In the next start, with Team New Zealand on the port entry this time, Burling looped back first to the line with a slow jibe while the Italians set up high with a tack. As they approached the line, Spithill charged the New Zealanders down the line as both boats sailed parallel to it. With matching speeds across the start, however, Team New Zealand had the Luna Rossa tight on its hip where they wanted them. The Italians tacked away to clear their air, chase the next puff and set up the split, but the New Zealanders easily owned the first cross. Race over. All the Italians could do was wait for a mistake from the Kiwi boat. Now keep in mind, major mistakes are still a real thing with the supplied Foil Control System. While trailing later in the race, Francesco Bruni set up for a jibe by pressing a foot button that should have triggered the windward foil to drop. It didn’t budge. He stomped his cockpit floor again. Nothing. On the third stomp, it finally dropped, but it was too late, the massive foil arm dragged through the water and Spithill used all his tools to get the boat back onto its foils.

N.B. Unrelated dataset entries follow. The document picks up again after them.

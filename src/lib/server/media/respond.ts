// The answer to a request for a photo rendition, shared by every route that serves one: the
// headers that keep an image an image (no scripts, no embedding elsewhere), 304 for a copy the
// browser already has, 404 when the object is missing from the bucket.
import { error } from '@sveltejs/kit';
import type { RenditionHandle } from './index';

export async function renditionResponse(request: Request, rendition: RenditionHandle, cacheControl: string): Promise<Response> {
	const headers: Record<string, string> = {
		'cache-control': cacheControl,
		etag: rendition.etag,
		vary: 'Cookie',
		'content-security-policy': "default-src 'none'; img-src 'self'",
		'cross-origin-resource-policy': 'same-origin'
	};
	if (request.headers.get('if-none-match') === rendition.etag) return new Response(null, { status: 304, headers });
	const object = await rendition.open();
	if (!object) error(404, 'No such photo.');
	if (object.length !== undefined) headers['content-length'] = String(object.length);
	return new Response(object.body, { headers: { ...headers, 'content-type': 'image/webp' } });
}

Bruni later raised his hand to own up to this mistake, happy that they were behind at the time and stating it won’t happen again—with the same button, which makes me wonder whether it was really his fault or the failure of a simple electrical connection. I suspect the later, but Bruni is sticking to his misstep story. Still, with the races as close as they’ve been, from here on out, when a foot toggle gets fired, it better work. If it doesn’t, work a small margin in these AC75s becomes a big one in the blink of an eye.